Shameka Parrish-Wright, Community Advocacy and Partnership Manager for The Bail Project, said she wishes the group was around when she was a teen and pleaded guilty to a crime she didn’t believe she was guilty of.
“But because I was poor, I did not get my due process,” she said. “The presumption of innocence only existed on paper.”
Parrish-Wright and The Bail Project are actively working to end cash bail entirely because it only affects poorer people. The group’s operations manager in Louisville, Carrie Cole, said it’s an uphill battle in Kentucky.
“It’s the South. We’re going to have to chip away from the systemic racism, the systemic oppression that is built within the system, and I think that starts with collecting data,” she said.
Cole said the state can do a better job collecting data on pre-trial incarceration to get a better picture of who is affected by the cash bail system.
“It doesn’t seem like a hard argument to me that if you’re poor, you’re held in jail,” she said. “That’s something we should address.”
Republicans have majorities in both the House and the Senate, and Rep. John Blanton (R-Salyersville) says this bill will likely be one they focus on next session.
“We are forgetting about the victims,” he said. “We are focusing totally on the criminals, and we’re forgetting about those people that are hurting.”
He filed a bill last session to end charitable bail organizations that gained traction after the shooting of Louisville mayoral candidate Craig Greenberg. A different group, the Louisville Community Bail Fund, bailed the suspect out of jail in that case.
“I know the group that done that, that wasn’t you all,” Blanton told Cole and Parrish-Wright, who ran for mayor this year. “But nevertheless, when they do that, it forces us as policymakers to set things in place to prevent those things from happening.”
Eventually, the House passed an amended bill prohibiting charitable bail groups from posting bail beyond $5,000, but the Senate didn’t take it up before session ended.
Blanton said he’s still working on the bill because he used to work in law enforcement.

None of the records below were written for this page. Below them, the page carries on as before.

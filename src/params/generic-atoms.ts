/**
 * The atomic parameters of the generic force field of Rappé, Casewit,
 * Colwell, Goddard and Skiff (J. Am. Chem. Soc. 114 (1992) 10024–10035), for
 * the types of H, B, C, N, O, F, Si, P, S, Cl, Br and I, keyed by the
 * paper's type labels (its published notation: element, then `_` or a
 * hybridization digit, `R` for resonant, `+n` for an oxidation state).
 *
 * EVERY VALUE BELOW IS FROM MEMORY of Rappé et al. 1992, Table 1; the paper
 * was not at hand when this table was written. They should be checked
 * against the paper before any quantitative use. Values marked "less sure"
 * are the ones recalled with the least confidence.
 * @module
 */

/** One atom type's parameters. */
export interface GenericAtomParameters {
  /** Chemical symbol. */
  readonly element: string;
  /** Bond radius r_I, Å (the single-bond valence radius). */
  readonly radius: number;
  /** Natural angle θ0 at this atom as a vertex, degrees. */
  readonly theta0: number;
  /** Nonbonded distance x_I (the Lennard-Jones minimum distance), Å. */
  readonly vdwDistance: number;
  /** Nonbonded well depth D_I, kcal/mol. */
  readonly vdwEnergy: number;
  /** Nonbonded scale ζ (of the paper's exponential-6 form; not used by the Lennard-Jones form). */
  readonly zeta: number;
  /** Effective charge Z*_I, elementary charges (for bond and angle force constants). */
  readonly effectiveCharge: number;
  /** GMP electronegativity χ_I, eV (for the electronegativity correction of bond lengths). */
  readonly electronegativity: number;
  /** sp3 torsional barrier V_I, kcal/mol. */
  readonly torsionSp3: number;
  /** sp2 torsional barrier constant U_I, kcal/mol. */
  readonly torsionSp2: number;
}

/** A row: r, θ0, x, D, ζ, Z*, χ, V, U. */
type Row = readonly [string, number, number, number, number, number, number, number, number, number];

// From memory of Rappé et al. 1992, Table 1 (all rows). Columns:
//           element  r_I    θ0      x_I    D_I    ζ       Z*_I   χ_I     V_I    U_I
const ROWS: Readonly<Record<string, Row>> = {
  H_: ['H', 0.354, 180, 2.886, 0.044, 12.0, 0.712, 4.528, 0, 0],
  B_3: ['B', 0.838, 109.47, 4.083, 0.18, 12.052, 1.755, 5.11, 0, 0], // less sure
  B_2: ['B', 0.828, 120, 4.083, 0.18, 12.052, 1.755, 5.11, 0, 0], // less sure
  C_3: ['C', 0.757, 109.47, 3.851, 0.105, 12.73, 1.912, 5.343, 2.119, 2],
  C_R: ['C', 0.729, 120, 3.851, 0.105, 12.73, 1.912, 5.343, 0, 2],
  C_2: ['C', 0.732, 120, 3.851, 0.105, 12.73, 1.912, 5.343, 0, 2],
  C_1: ['C', 0.706, 180, 3.851, 0.105, 12.73, 1.912, 5.343, 0, 2],
  N_3: ['N', 0.7, 106.7, 3.66, 0.069, 13.407, 2.544, 6.899, 0.45, 2],
  N_R: ['N', 0.699, 120, 3.66, 0.069, 13.407, 2.544, 6.899, 0, 2],
  N_2: ['N', 0.685, 111.2, 3.66, 0.069, 13.407, 2.544, 6.899, 0, 2],
  N_1: ['N', 0.656, 180, 3.66, 0.069, 13.407, 2.544, 6.899, 0, 2],
  O_3: ['O', 0.658, 104.51, 3.5, 0.06, 14.085, 2.3, 8.741, 0.018, 2],
  O_R: ['O', 0.68, 110, 3.5, 0.06, 14.085, 2.3, 8.741, 0, 2],
  O_2: ['O', 0.634, 120, 3.5, 0.06, 14.085, 2.3, 8.741, 0, 2],
  O_1: ['O', 0.639, 180, 3.5, 0.06, 14.085, 2.3, 8.741, 0, 2], // less sure
  F_: ['F', 0.668, 180, 3.364, 0.05, 14.762, 1.735, 10.874, 0, 2],
  Si3: ['Si', 1.117, 109.47, 4.295, 0.402, 12.175, 2.323, 4.168, 1.225, 1.25],
  'P_3+3': ['P', 1.101, 93.8, 4.147, 0.305, 13.072, 2.863, 5.463, 2.4, 1.25],
  'P_3+5': ['P', 1.056, 109.47, 4.147, 0.305, 13.072, 2.863, 5.463, 2.4, 1.25], // less sure
  'S_3+2': ['S', 1.064, 92.1, 4.035, 0.274, 13.969, 2.703, 6.928, 0.484, 1.25],
  'S_3+4': ['S', 1.049, 103.2, 4.035, 0.274, 13.969, 2.703, 6.928, 0.484, 1.25], // less sure
  'S_3+6': ['S', 1.027, 109.47, 4.035, 0.274, 13.969, 2.703, 6.928, 0.484, 1.25], // less sure
  S_R: ['S', 1.077, 92.2, 4.035, 0.274, 13.969, 2.703, 6.928, 0, 1.25],
  S_2: ['S', 0.854, 120, 4.035, 0.274, 13.969, 2.703, 6.928, 0, 1.25],
  Cl: ['Cl', 1.044, 180, 3.947, 0.227, 14.866, 2.348, 8.564, 0, 1.25],
  Br: ['Br', 1.192, 180, 4.189, 0.251, 15.0, 2.519, 7.79, 0, 0.7],
  I_: ['I', 1.382, 180, 4.5, 0.339, 15.0, 2.65, 6.822, 0, 0.2],
};

/**
 * The parameters of every generic atom type, by the paper's label
 * (`C_3`, `C_R`, `N_2`, `S_3+2`, `Cl`, …). From memory of Rappé et al.
 * 1992, Table 1: check against the paper before quantitative use.
 */
export const GENERIC_ATOM_TYPES: Readonly<Record<string, GenericAtomParameters>> = Object.fromEntries(
  Object.entries(ROWS).map(([label, [element, radius, theta0, vdwDistance, vdwEnergy, zeta, effectiveCharge, electronegativity, torsionSp3, torsionSp2]]) => [
    label,
    Object.freeze({ element, radius, theta0, vdwDistance, vdwEnergy, zeta, effectiveCharge, electronegativity, torsionSp3, torsionSp2 }),
  ]),
);

/** The elements the table covers. */
export const GENERIC_ELEMENTS: readonly string[] = ['H', 'B', 'C', 'N', 'O', 'F', 'Si', 'P', 'S', 'Cl', 'Br', 'I'];

/** λ of the bond-order correction r_BO = −λ (r_I + r_J) ln n (from memory of Rappé et al. 1992). */
export const BOND_ORDER_LAMBDA = 0.1332;

/**
 * 664.12 kcal/mol·Å per (elementary charge)², the constant of the bond and
 * angle force constants (2 × 332.06, from memory of Rappé et al. 1992).
 */
export const FORCE_CONSTANT_SCALE = 664.12;

/** Bond order of an amide C–N bond (from memory of Rappé et al. 1992). */
export const AMIDE_BOND_ORDER = 1.41;

/**
 * Inversion constants (from memory of Rappé et al. 1992): a planar C_2 or
 * C_R centre 6 kcal/mol, or 50 when it is bonded to an O_2 (a carbonyl
 * carbon); N_2, N_R 6; the pyramidal group-15 centre P: ω0 = 84.4339° with a
 * barrier to planarity of 22 kcal/mol.
 */
export const INVERSION = {
  planar: 6,
  carbonylCarbon: 50,
  phosphorusOmega0: 84.4339,
  group15Barrier: 22,
} as const;

/**
 * sp3 torsional barriers of the group-16 atoms in a bond between two of
 * them (O–O, O–S, S–S: n = 2, φ0 = 90°), kcal/mol: O 2, S 6.8 (from memory
 * of Rappé et al. 1992).
 */
export const GROUP16_TORSION: Readonly<Record<string, number>> = { O: 2, S: 6.8 };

“I know that there’s been times that I’ve taken people out of communities, and people in that community thank me for getting that individual out of that community because they’re such a menace,” he said. “They’re so fearful; they live in a state of fear, and then all of a sudden, some group that they don’t even know comes and pays their bail, and they go right back into that group.”

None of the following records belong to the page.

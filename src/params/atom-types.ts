/**
 * Generic atom typing: each atom of a perceived {@link Topology} gets the
 * label of its row in {@link GENERIC_ATOM_TYPES} (the notation of Rappé et
 * al., J. Am. Chem. Soc. 114 (1992) 10024: `C_3`, `C_R`, `N_2`, `S_3+2`, …)
 * from its element, hybridization, aromaticity and neighbour count.
 * @module
 */
import { ModelError } from '../errors.js';
import type { Topology } from '../perceive/types.js';
import { GENERIC_ELEMENTS } from './generic-atoms.js';

/** The shape of a type as a vertex: how its angle and torsion terms are chosen. */
export type TypeGeometry = 'terminal' | 'linear' | 'trigonal' | 'tetrahedral';

/**
 * The geometry class of a generic type label: `1` linear (sp), `2` and `R`
 * trigonal (sp2, resonant), `3` tetrahedral (sp3, including `S_3+2`,
 * `P_3+3`, `Si3`); H and the halogens are terminal.
 */
export function typeGeometry(label: string): TypeGeometry {
  const code = label.length >= 3 ? label[2] : label[1];
  if (code === '1') return 'linear';
  if (code === '2' || code === 'R') return 'trigonal';
  if (code === '3') return 'tetrahedral';
  return 'terminal';
}

/** Number of neighbours of atom `a`. */
export function neighbourCount(topology: Topology, a: number): number {
  return topology.neighbourStart[a + 1] - topology.neighbourStart[a];
}

/**
 * Whether atom `n` (a nitrogen) is an amide nitrogen: bonded to a carbon
 * that has a double bond to an oxygen. Its C–N bond then has the paper's
 * amide bond order 1.41 and the nitrogen the resonant type N_R.
 */
export function isAmideNitrogen(topology: Topology, n: number): boolean {
  if (topology.elements[n] !== 'N' || topology.aromaticAtoms[n] === 1) return false;
  for (let p = topology.neighbourStart[n]; p < topology.neighbourStart[n + 1]; p++) {
    if (isCarbonylCarbon(topology, topology.neighbours[p])) return true;
  }
  return false;
}

/** Whether atom `c` is a carbon with a (non-aromatic) double bond to an oxygen. */
export function isCarbonylCarbon(topology: Topology, c: number): boolean {
  if (topology.elements[c] !== 'C') return false;
  for (let p = topology.neighbourStart[c]; p < topology.neighbourStart[c + 1]; p++) {
    const o = topology.neighbours[p];
    if (topology.elements[o] === 'O' && bondOrderBetween(topology, c, o) === 2) return true;
  }
  return false;
}

/** The bond order of the bond i–j as the topology gives it (0 if they are not bonded). */
export function bondOrderBetween(topology: Topology, i: number, j: number): number {
  const b = bondIndex(topology, i, j);
  return b < 0 ? 0 : topology.bondOrders[b];
}

/** Index of the bond i–j in `topology.bonds`, or −1 (binary search: bonds are sorted, smaller index first). */
export function bondIndex(topology: Topology, i: number, j: number): number {
  const a = Math.min(i, j);
  const c = Math.max(i, j);
  let lo = 0;
  let hi = topology.bondOrders.length - 1;
  const bonds = topology.bonds;
  while (lo <= hi) {
    const mid = (lo + hi) >> 1;
    const d = bonds[2 * mid] - a || bonds[2 * mid + 1] - c;
    if (d === 0) return mid;
    if (d < 0) lo = mid + 1;
    else hi = mid - 1;
  }
  return -1;
}

/** The highest bond order at atom `a`. */
function highestBondOrder(topology: Topology, a: number): number {
  let best = 0;
  for (let p = topology.neighbourStart[a]; p < topology.neighbourStart[a + 1]; p++) {
    best = Math.max(best, bondOrderBetween(topology, a, topology.neighbours[p]));
  }
  return best;
}

/**
 * The generic type label of every atom of `topology`.
 *
 * Rules: H `H_`; F `F_`, Cl `Cl`, Br `Br`, I `I_` (at most one neighbour
 * each); C and N by hybridization (sp3 `_3`, sp2 `_2`, aromatic (or flagged
 * aromatic) `_R`, sp
 * `_1`), an amide nitrogen (see {@link isAmideNitrogen}) `N_R`; O likewise
 * (`O_3`, `O_2`, `O_R`, `O_1`); S aromatic `S_R`, one neighbour with a
 * double bond `S_2`, else by neighbour count `S_3+2` (≤ 2), `S_3+4` (3),
 * `S_3+6` (4); P `P_3+3` (≤ 3 neighbours) or `P_3+5` (4); Si `Si3`; B `B_3`
 * with 4 neighbours or sp3, else `B_2`. Formal charges are not used.
 *
 * @returns one label per atom, keys of {@link GENERIC_ATOM_TYPES}.
 * @throws {ModelError} with place `atoms[i]` for the first atom without
 *   parameters: an element outside the table
 *   (`atoms[7]: no generic parameters for element Se (the table covers H, B, C, …)`),
 *   too many neighbours for its type (`atoms[3]: no generic parameters for C_3 with 5 neighbours (at most 4)`),
 *   or a hybridization that does not fit (`atoms[2]: no generic parameters for N with hybridization none`).
 */
export function genericAtomTypes(topology: Topology): string[] {
  const types: string[] = [];
  for (let a = 0; a < topology.atomCount; a++) types.push(typeOf(topology, a));
  return types;
}

/** Largest neighbour count of each type. */
const MAX_NEIGHBOURS: Readonly<Record<string, number>> = {
  H_: 1, F_: 1, Cl: 1, Br: 1, I_: 1,
  C_3: 4, C_2: 3, C_R: 3, C_1: 2,
  N_3: 4, N_2: 3, N_R: 3, N_1: 2,
  O_3: 2, O_2: 2, O_R: 2, O_1: 1,
  B_3: 4, B_2: 3, Si3: 4, 'P_3+3': 3, 'P_3+5': 4,
  'S_3+2': 2, 'S_3+4': 3, 'S_3+6': 4, S_R: 2, S_2: 1,
};

function typeOf(topology: Topology, a: number): string {
  const element = topology.elements[a];
  const hybridization = topology.hybridization[a];
  const degree = neighbourCount(topology, a);
  const place = `atoms[${a}]`;
  let label: string;
  switch (element) {
    case 'H':
      label = 'H_';
      break;
    case 'F':
    case 'I':
      label = `${element}_`;
      break;
    case 'Cl':
    case 'Br':
      label = element;
      break;
    case 'C':
    case 'N':
    case 'O': {
      if (element === 'N' && isAmideNitrogen(topology, a)) {
        label = 'N_R';
        break;
      }
      const code = topology.aromaticAtoms[a] === 1 ? 'R' : { sp3: '3', sp2: '2', aromatic: 'R', sp: '1', none: '' }[hybridization];
      if (code === '') throw new ModelError(place, `no generic parameters for ${element} with hybridization none`);
      label = `${element}_${code}`;
      break;
    }
    case 'S':
      if (topology.aromaticAtoms[a] === 1 || hybridization === 'aromatic') label = 'S_R';
      else if (degree === 1 && highestBondOrder(topology, a) >= 2) label = 'S_2';
      else label = degree <= 2 ? 'S_3+2' : degree === 3 ? 'S_3+4' : 'S_3+6';
      break;
    case 'P':
      if (topology.aromaticAtoms[a] === 1) throw new ModelError(place, 'no generic parameters for an aromatic P');
      label = degree <= 3 ? 'P_3+3' : 'P_3+5';
      break;
    case 'Si':
      if (topology.aromaticAtoms[a] === 1) throw new ModelError(place, 'no generic parameters for an aromatic Si');
      label = 'Si3';
      break;
    case 'B':
      label = degree === 4 || hybridization === 'sp3' ? 'B_3' : 'B_2';
      break;
    default:
      throw new ModelError(place, `no generic parameters for element ${element} (the table covers ${GENERIC_ELEMENTS.join(', ')})`);
  }
  const max = MAX_NEIGHBOURS[label];
  if (degree > max) {
    throw new ModelError(place, `no generic parameters for ${label} with ${degree} neighbours (at most ${max})`);
  }
  return label;
}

Parrish-Wright said she’s working with Blanton on the bill, but helping people post bail isn’t the problem.
“As someone who lives in the West End (of Louisville), who birthed kids in the West End, I’ve seen a lot of things,” she said. “And I will tell you that our work is not what’s making the crime rise; we have a problem all over our country with poverty, with gaps in services. We all are surviving failed policies.”